Ada tiga panja yang dibentuk DPR, yaitu di Komisi III, Komisi VI, dan Komisi XI. Kendati hasil kerja panja nanti tak mengikat secara hukum, apalagi panja hanya bertanggung jawab kepada komisi yang membentuknya, kita layak memberikan kesempatan kepada mereka untuk ikut mengurai benang kusut yang membelit Jiwasraya.

Ketika Kejaksaan Agung sedang mengusut secara hu­kum, ketika lintas kementerian sedang putar otak untuk memenuhi hak-hak nasabah, ketika panja DPR sedang melakukan pengawasan, langkah politik lain tak menemukan urgensinya. Pembentukan panitia khusus (pansus) DPR umpamanya.

Pansus Jiwasraya yang gencar diusulkan Partai De­mokrat dan PKS memang merupakan implementasi dari fungsi pengawasan DPR. Jika dibandingkan dengan panja, pansus pun lebih kuat secara politik. Ia, misalnya, tak hanya bertanggung jawab kepada komisi, tapi juga terhadap seluruh anggota DPR. Pansus biasanya juga akan diikuti dengan pelaksanaan hak anggota dewan lainnya, seperti hak angket, interpelasi, dan hak menyatakan pendapat.

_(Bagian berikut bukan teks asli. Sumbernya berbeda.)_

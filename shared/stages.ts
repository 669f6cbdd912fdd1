import type { Footing, Stage, Stages } from './api/footing-schemas';
import { STAGES } from './api/footing-schemas';
import type { RoundState } from './round/round-state';
import type { Surface } from './rules';
import { walkOf } from './walk';
import { traceOutline, type Nm } from '@/analysis';

/** A round of a footing as its stages ask of it. */
export interface StageRound {
  surface: Surface;
  state: Pick<RoundState, 'targets' | 'shot' | 'of' | 'wholeReadLap'>;
}

/**
 * An outline is one when it comes back to where it began, or is a strip, which need not.
 * @param graduation nm: a miss of no more than the finest mark of the tape is none
 */
export function outlineCloses(footing: Pick<Footing, 'runs'>, graduation: Nm): boolean {
  if (footing.runs.length === 0) return false;
  return !walkOf(footing).closed || traceOutline(footing.runs, { closesWithin: graduation }).closure.length <= graduation;
}

/**
 * Which stages of a footing are behind it, from its outline and its rounds; nothing of this is stored.
 *
 * Outline: closes, or is a strip, and has stations. Dig: not needed, or every station of it shot. Rails: one whole lap by reading after the last
 * adjustment, each deciding shot within tolerance and with the laser held. Top: every station shot. Of several rounds of one surface the newest
 * that has a shot counts. Release and course come with the people who give them: neither is behind before it can be given.
 *
 * @param rounds oldest first
 * @param graduation nm, the job's
 */
export function deriveStages(
  footing: Pick<Footing, 'runs' | 'stations' | 'digNeeded'>,
  rounds: readonly StageRound[],
  graduation: Nm,
): Stages {
  const newest = (surface: Surface) => rounds.findLast((round) => round.surface === surface && round.state.shot > 0)?.state;
  const allShot = (surface: Surface) => {
    const state = newest(surface);
    return state !== undefined && state.of > 0 && state.shot === state.of;
  };
  const rails = newest('rails');
  const isDone: Record<Stage, boolean> = {
    outline: footing.stations.length > 0 && outlineCloses(footing, graduation),
    dig: !footing.digNeeded || allShot('dig'),
    rails:
      rails !== undefined &&
      rails.wholeReadLap &&
      rails.targets.every(({ deciding }) => deciding?.laser === 'held' && deciding.verdict === 'in'),
    release: false,
    top: allShot('top'),
    course: false,
  };
  return { done: STAGES.filter((stage) => isDone[stage]), now: STAGES.find((stage) => !isDone[stage]) ?? null };
}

Namun, dalam kasus Jiwasraya, pembentukan pansus belumlah mendesak. Elok nian jika mereka yang ngebet mengusulkan pansus memberikan kesempatan kepada para koleganya dari partai lain dan teman-temannya separtai yang sedang bekerja di panja komisi. Pembentukan pansus tatkala masih ada panja juga ma­lah akan menimbulkan tumpang-tindih penanganan masalah.

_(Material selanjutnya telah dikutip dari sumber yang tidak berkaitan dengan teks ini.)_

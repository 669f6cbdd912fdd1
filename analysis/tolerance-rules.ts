import { AnalysisError } from './analysis-error';
import { lengthFromZero, nanometres } from './check-input';
import type { BedRule, Tolerance } from './types';
import { NM_PER_INCH, NM_PER_METRE, NM_PER_MILLIMETRE, type Nm } from './units';

/** How a rule's numbers are known here. `seen`: read in an excerpt of what is named; `own`: the user's. */
export type Knowledge = 'seen' | 'from-memory' | 'common-practice' | 'own';

export interface RuleSource {
  title: string;
  edition: string;
  place: string;
  /** Where the excerpt stood, when it was not the document itself. */
  seenIn?: string;
}

interface RuleOrigin {
  /** Stable key: the screens' words for it stand in the catalogue. */
  id: string;
  known: Knowledge;
  /** Null where nobody has published it. */
  source: RuleSource | null;
}

/** Limits of elevation against plan grade; positive is high. */
export interface ToleranceRule extends RuleOrigin {
  surface: 'top';
  tolerance: Tolerance;
}

/** Limits of the first bed. What is no matter of the rule (bedding, course height, grinding) is for the job to say. */
export interface FirstBedRule extends RuleOrigin {
  bed: Pick<BedRule, 'least' | 'most' | 'nominal'>;
}

const inches = (count: number): Nm => count * NM_PER_INCH;

const ACI_117: RuleSource = {
  title: 'ACI 117',
  edition: '117-90',
  place: '§3.3',
  seenIn: "a trade journal's answer; 117-06 and 117-10 alike from memory",
};
const TMS_602_BED: RuleSource = {
  title: 'TMS 602',
  edition: 'not named',
  place: 'first-course bed joint',
  seenIn: "a masonry contractors' association article",
};

/** Ready rules for the top of a footing. A job's engineer or inspector governs; none of these is advice. */
export const TOLERANCE_RULES: readonly ToleranceRule[] = [
  {
    id: 'aci-117-footing-under-masonry',
    surface: 'top',
    known: 'seen',
    source: ACI_117,
    tolerance: { low: inches(1 / 2), high: inches(1 / 2) },
  },
  {
    id: 'aci-117-other-footing',
    surface: 'top',
    known: 'seen',
    source: ACI_117,
    tolerance: { low: inches(2), high: inches(1 / 2) },
  },
  {
    id: 'tms-602-foundation-level',
    surface: 'top',
    known: 'seen',
    source: {
      title: 'TMS 602 / ACI 530.1',
      edition: 'not named',
      place: 'examination before masonry starts',
      seenIn: 'a city project specification',
    },
    tolerance: { low: inches(1 / 2), high: inches(1 / 2) },
  },
  {
    id: 'foam-forms',
    surface: 'top',
    known: 'common-practice',
    source: null,
    tolerance: { low: inches(1 / 4), high: inches(1 / 4) },
  },
];

/** Ready rules for the first bed of block. */
export const FIRST_BED_RULES: readonly FirstBedRule[] = [
  {
    id: 'tms-602-first-bed',
    known: 'seen',
    source: TMS_602_BED,
    bed: { least: inches(1 / 4), most: inches(3 / 4), nominal: inches(3 / 8) },
  },
  {
    id: 'tms-602-first-bed-fully-grouted',
    known: 'seen',
    source: TMS_602_BED,
    bed: { least: inches(1 / 4), most: inches(5 / 4), nominal: inches(3 / 8) },
  },
];

/** A user's own limits, beside the ready ones. @throws AnalysisError 'not-finite' | 'negative' | 'out-of-range' */
export function ownToleranceRule(id: string, tolerance: Tolerance): ToleranceRule {
  return {
    id,
    surface: 'top',
    known: 'own',
    source: null,
    tolerance: { low: lengthFromZero('tolerance.low', tolerance.low), high: lengthFromZero('tolerance.high', tolerance.high) },
  };
}

/** DIN 18202 Table 3: flatness by row, gap limits in mm at measuring distances. Row 5 is printed 20 and 25 at its end on one page. */
export const DIN_18202: {
  source: RuleSource;
  known: Knowledge;
  distances: readonly number[];
  rows: Readonly<Record<DinRow, readonly number[]>>;
} = {
  source: { title: 'DIN 18202', edition: 'not named', place: 'Table 3', seenIn: 'two tables that agree except as noted' },
  known: 'seen',
  distances: [0.1, 1, 4, 10, 15],
  rows: {
    1: [10, 15, 20, 25, 30],
    2: [5, 8, 12, 15, 20],
    3: [2, 4, 10, 12, 15],
    4: [1, 3, 9, 12, 15],
    5: [5, 10, 15, 25, 30],
    6: [3, 5, 10, 20, 25],
    7: [2, 3, 8, 15, 20],
  },
};

export type DinRow = 1 | 2 | 3 | 4 | 5 | 6 | 7;

/**
 * Largest gap that a row of DIN 18202 Table 3 allows over a measuring distance: linear between the table's distances, to a whole millimetre
 * (half up), and the 15 m value beyond. Raw footings are row 1, or 2 where specified.
 * @returns nm
 * @throws AnalysisError 'unknown-row' | 'distance-below-table' (under 0.1 m) | 'not-finite' | 'negative' | 'out-of-range'
 */
export function dinGapLimit(row: DinRow, distance: Nm): Nm {
  if (!Object.hasOwn(DIN_18202.rows, row))
    throw new AnalysisError('unknown-row', `DIN 18202 Table 3 has no row ${String(row)}.`, { row });
  const limits = DIN_18202.rows[row];
  const across = lengthFromZero('distance', distance) / NM_PER_METRE;
  const { distances } = DIN_18202;
  const next = distances.findIndex((tabulated) => across <= tabulated);
  if (next === -1) return (limits.at(-1) ?? 0) * NM_PER_MILLIMETRE;
  const [lower = 0, upper = 0] = [limits[next - 1] ?? limits[next], limits[next]];
  const from = distances[next - 1];
  const to = distances[next] ?? across;
  if (from === undefined) {
    if (across < to) throw new AnalysisError('distance-below-table', 'DIN 18202 says nothing under 0.1 m.', { distance });
    return upper * NM_PER_MILLIMETRE;
  }
  // A hair is added so that a half that rounding took under .5 still goes up.
  return Math.floor(lower + ((upper - lower) * (across - from)) / (to - from) + 0.5 + 1e-9) * NM_PER_MILLIMETRE;
}

/** Gap on a grid of three points in line: how far the middle lies from the mean of its neighbours; the measuring distance is first to third. */
export function dinGridGap(first: Nm, middle: Nm, third: Nm): Nm {
  return Math.abs((nanometres('first', first) + nanometres('third', third)) / 2 - nanometres('middle', middle));
}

Kita juga khawatir, pansus dibentuk hanya untuk menjadi panggung politik bagi mereka yang menginisiasi. Lebih mengkhawatirkan lagi, pansus bakal dijadikan komoditas politik, ajang jual-beli kepentingan.

Meski begitu, bukan berarti pansus Jiwasraya haram diwujudkan.

Jika Kejaksaan Agung mengingkari komitmennya untuk membongkar tuntas skandal Jiwasraya dan orang-orang besar yang terlibat dibiarkan melenggang, barulah tekanan politik yang lebih kuat lewat pansus harus dilakukan.